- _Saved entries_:
□ □ □ □ □

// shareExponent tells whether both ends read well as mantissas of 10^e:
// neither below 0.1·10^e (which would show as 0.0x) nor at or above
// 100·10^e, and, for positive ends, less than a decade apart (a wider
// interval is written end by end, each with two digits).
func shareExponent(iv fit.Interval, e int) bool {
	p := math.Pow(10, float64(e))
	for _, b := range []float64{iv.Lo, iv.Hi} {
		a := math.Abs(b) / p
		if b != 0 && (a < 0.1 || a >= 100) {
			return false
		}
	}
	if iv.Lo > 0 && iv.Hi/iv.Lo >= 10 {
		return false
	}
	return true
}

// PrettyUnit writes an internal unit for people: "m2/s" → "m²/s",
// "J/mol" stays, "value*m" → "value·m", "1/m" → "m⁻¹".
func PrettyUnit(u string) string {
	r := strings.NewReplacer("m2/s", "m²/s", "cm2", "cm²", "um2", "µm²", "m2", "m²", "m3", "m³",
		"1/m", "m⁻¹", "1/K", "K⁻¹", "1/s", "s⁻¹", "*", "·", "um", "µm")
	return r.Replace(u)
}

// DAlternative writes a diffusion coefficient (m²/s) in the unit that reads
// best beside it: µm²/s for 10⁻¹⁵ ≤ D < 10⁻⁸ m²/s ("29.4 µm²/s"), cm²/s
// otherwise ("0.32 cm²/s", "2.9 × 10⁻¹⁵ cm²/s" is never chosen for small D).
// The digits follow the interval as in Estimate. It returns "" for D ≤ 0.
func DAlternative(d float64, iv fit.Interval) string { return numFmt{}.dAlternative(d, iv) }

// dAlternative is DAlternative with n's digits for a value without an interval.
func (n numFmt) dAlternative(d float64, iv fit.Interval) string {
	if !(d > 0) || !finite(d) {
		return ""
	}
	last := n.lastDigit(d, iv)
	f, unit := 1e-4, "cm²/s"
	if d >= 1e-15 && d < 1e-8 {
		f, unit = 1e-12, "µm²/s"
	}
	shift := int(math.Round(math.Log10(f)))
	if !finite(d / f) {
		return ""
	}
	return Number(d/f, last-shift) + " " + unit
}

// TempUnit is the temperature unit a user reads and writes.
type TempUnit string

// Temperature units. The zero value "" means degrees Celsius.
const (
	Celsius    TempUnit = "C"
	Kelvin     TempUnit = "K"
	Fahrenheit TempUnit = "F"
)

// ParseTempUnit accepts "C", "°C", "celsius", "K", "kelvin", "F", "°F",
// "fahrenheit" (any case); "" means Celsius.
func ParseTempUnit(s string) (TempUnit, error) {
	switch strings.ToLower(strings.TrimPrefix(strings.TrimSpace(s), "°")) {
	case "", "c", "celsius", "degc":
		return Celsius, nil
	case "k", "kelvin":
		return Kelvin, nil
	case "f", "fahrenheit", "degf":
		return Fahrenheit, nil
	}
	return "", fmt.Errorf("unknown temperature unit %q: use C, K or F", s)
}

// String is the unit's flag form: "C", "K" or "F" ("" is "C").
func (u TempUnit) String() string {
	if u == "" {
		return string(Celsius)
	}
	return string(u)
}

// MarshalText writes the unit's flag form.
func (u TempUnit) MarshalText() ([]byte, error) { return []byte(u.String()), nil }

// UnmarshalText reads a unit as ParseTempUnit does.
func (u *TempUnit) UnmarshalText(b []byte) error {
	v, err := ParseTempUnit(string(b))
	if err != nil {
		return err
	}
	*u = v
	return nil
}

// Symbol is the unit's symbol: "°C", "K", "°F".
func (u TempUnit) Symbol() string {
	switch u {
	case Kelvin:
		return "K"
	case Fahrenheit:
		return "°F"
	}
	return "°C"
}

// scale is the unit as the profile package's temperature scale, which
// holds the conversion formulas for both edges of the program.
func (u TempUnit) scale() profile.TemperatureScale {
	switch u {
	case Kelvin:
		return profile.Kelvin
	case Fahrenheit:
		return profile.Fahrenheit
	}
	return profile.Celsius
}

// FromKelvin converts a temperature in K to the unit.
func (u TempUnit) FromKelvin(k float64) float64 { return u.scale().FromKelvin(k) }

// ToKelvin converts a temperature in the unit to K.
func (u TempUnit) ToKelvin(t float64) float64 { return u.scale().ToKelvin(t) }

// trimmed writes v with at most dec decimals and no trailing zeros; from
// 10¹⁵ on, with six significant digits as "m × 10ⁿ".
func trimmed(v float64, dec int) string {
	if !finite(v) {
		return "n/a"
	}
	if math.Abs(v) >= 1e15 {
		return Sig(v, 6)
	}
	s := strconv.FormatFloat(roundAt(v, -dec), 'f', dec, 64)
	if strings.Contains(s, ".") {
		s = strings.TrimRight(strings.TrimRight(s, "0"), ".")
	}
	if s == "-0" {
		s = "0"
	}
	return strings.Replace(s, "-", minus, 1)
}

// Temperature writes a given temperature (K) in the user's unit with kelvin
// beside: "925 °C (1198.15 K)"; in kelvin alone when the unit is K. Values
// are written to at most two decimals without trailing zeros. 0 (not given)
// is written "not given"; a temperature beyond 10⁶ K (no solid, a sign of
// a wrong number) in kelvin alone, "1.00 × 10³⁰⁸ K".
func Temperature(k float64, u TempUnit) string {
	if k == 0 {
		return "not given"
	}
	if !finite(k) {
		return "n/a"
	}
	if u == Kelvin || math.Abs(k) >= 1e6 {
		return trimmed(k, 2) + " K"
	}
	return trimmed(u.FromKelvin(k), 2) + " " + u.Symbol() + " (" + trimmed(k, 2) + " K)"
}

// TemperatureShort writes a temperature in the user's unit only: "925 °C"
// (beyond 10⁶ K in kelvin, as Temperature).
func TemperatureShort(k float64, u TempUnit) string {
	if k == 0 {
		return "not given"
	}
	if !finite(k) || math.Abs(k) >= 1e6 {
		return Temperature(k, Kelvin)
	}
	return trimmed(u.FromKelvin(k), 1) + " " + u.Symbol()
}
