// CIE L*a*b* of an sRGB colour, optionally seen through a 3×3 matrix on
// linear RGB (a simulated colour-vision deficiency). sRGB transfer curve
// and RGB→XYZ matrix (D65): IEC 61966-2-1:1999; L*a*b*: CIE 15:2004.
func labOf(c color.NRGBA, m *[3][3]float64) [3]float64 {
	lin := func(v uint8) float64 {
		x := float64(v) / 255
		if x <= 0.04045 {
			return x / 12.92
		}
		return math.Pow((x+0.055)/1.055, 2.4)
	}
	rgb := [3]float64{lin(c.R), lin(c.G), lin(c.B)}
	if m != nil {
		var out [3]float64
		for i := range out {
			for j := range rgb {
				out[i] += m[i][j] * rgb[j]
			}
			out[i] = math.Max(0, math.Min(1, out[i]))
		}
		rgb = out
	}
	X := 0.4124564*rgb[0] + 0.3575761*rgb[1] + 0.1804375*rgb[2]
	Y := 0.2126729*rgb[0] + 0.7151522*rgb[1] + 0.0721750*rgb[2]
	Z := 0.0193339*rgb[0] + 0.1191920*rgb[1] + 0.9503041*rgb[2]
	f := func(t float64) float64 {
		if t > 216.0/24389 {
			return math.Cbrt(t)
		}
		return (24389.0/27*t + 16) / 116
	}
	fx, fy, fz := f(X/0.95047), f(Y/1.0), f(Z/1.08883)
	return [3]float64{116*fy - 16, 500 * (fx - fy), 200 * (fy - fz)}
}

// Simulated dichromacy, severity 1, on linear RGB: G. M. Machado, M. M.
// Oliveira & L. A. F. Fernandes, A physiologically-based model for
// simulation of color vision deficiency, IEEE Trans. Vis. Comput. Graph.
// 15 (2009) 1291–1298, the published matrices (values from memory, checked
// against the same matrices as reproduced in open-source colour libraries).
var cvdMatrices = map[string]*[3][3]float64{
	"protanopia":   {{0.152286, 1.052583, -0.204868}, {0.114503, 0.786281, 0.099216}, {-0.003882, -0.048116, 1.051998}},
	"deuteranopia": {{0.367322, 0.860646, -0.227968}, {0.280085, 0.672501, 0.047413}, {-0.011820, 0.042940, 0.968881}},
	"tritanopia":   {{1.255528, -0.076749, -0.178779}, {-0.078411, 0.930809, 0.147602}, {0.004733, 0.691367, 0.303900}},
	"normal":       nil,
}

□ □ □ □ □

- _Problem_: Could you find each line in the entries that contains the string "trailing" and copy it?

- _Expected answer_:
// trimmed writes v with at most dec decimals and no trailing zeros; from
// are written to at most two decimals without trailing zeros. 0 (not given)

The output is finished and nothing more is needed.